We are running a corporate event at the Ryder Cup and they have told us they will check Photo ID eg passport or d. licence.

These are a bunch of very arrogant self important people.


----------



## ClubMan (15 Aug 2006)

HighFlier said:


> We are running a corporate event at the Ryder Cup and they have told us they will check Photo ID eg passport or d. licence.


Against what?


> These are a bunch of very arrogant self important people.


So why give them your business if that's how you feel?


----------



## CCOVICH (15 Aug 2006)

ClubMan said:
			
		

> Against what?



You had to provide passport/driving licence(?) details when registering for tickets.

Most of the security restrictions are presumably at the insistance of the US.

I remember clearly the ordering process (which I didn't go through with because of the restrictions), so there's not much point in giving out about it after the fact.

It's a shame/tragedy that ill health is preventing someone from attending, and perhaps some allowance could be made, but that is obviously at the discretion of the organiser.

As to attending a wedding-that's at your own discretion of course.


----------



## ClubMan (15 Aug 2006)

CCOVICH said:


> You had to provide passport/driving licence(?) details when registering for tickets.
> 
> Most of the security restrictions are presumably at the insistance of the US.


Might also be to prevent touting if the tickets are linked to some form of ID?


----------



## CCOVICH (15 Aug 2006)

Yes, no doubt it would-and tbh-I was only speculating as to why there were such restrictions-although I have a feeling that it was 'touted' as a security reason at the time.


----------



## battyee (15 Aug 2006)

I think it could be a "counter to touting" issue but as Bush Snr. & Clinton are rumoured to be coming it might be security or both.
Anyway I could not get a contact phone no. to call so have had to e mail & asked them if they will refund used tickets if they will not allow a transfer. If I get a response I will post it here.


----------



## beetlebum (17 Aug 2006)

I've just emailed them with details to transfer one of my tickets to a friend. I couldn't see a phone number (but didn't look very hard). I hope they transfer it, or at least dont cancel it, cos i still dont beleive they will check everyones ID. anyway will post here if i get reply - positive or negative.


----------



## Howitzer (17 Aug 2006)

Surely you can return the tickets for their cash value?


----------



## CCOVICH (17 Aug 2006)

Howitzer said:


> Surely you can return the tickets for their cash value?


 

Why?  You would have no statutory right to do so.


----------



## ciara_gmail (17 Aug 2006)

There's an article in the Times (page 3) today about this.
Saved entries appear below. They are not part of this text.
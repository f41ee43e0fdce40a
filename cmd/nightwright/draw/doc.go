// Package draw makes the pictures of reports and pages: maps of the sky,
// calendars, nights, curves and bars. A picture is a Canvas: a list of shapes
// in inks, which are roles rather than colours, so that the same picture is
// right on light and on dark paper. It is written as SVG, to stand in a page
// or alone, or as PNG.
//
// The functions take plain numbers and know no tables, files or clocks.
// Coordinates are pixels, y downwards; angles radians, instants UTC Unix
// seconds. The same input gives the same bytes.
package draw
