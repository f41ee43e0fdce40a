package ephemeris

// Orientation says how UT1 follows from UTC.
type Orientation struct {
	DUT1 float64 // UT1-UTC, s, constant; used when Table is empty
	// Table holds daily values from an IERS finals2000A file, ascending in
	// MJD; between rows UT1-TAI is interpolated linearly.
	Table []DUT1Row
}

// DUT1Row is one day of an IERS table.
type DUT1Row struct {
	MJD  float64 // UTC, d
	DUT1 float64 // UT1-UTC, s
}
ID will be checked when going into the grounds of if availing of the car park facilities, you will be asked for ID prior to getting on the bus that takes you to the K Club. They have also discouraged people from buying them on EBay as the names are not transferrable. They stated in some cases they will consider it but you need to contact the website.


----------



## battyee (17 Aug 2006)

I saw I.T. article today & got an E mail from the Ryder Cup people today. They will not give me a telephone no. to talk to them but say that they will not refund or allow a transfer of the ticket in my name that I cannot use. They will however consider a transfer of my wife's tickets to a relative if I provide their passport details immediately via an e mail. 
Even if they do accept transfer of wife's tickets I cannot understand why they refuse to allow a transfer or refund my own ticket which I will be unable to use . They will I assume allow me to resell my parking tickets if I can find a buyer for them. 
If as they say they are discouraging ticket touts & overpriced tickets why refuse to issue refunds? There must be many people like me who's circumstances have changed since tickets were bought & paid for well over 12 months ago. No doubt quite a few will even be deceased where the tickets cannot be passed on.


----------



## ClubMan (17 Aug 2006)

battyee said:


> If as they say they are discouraging ticket touts & overpriced tickets why refuse to issue refunds?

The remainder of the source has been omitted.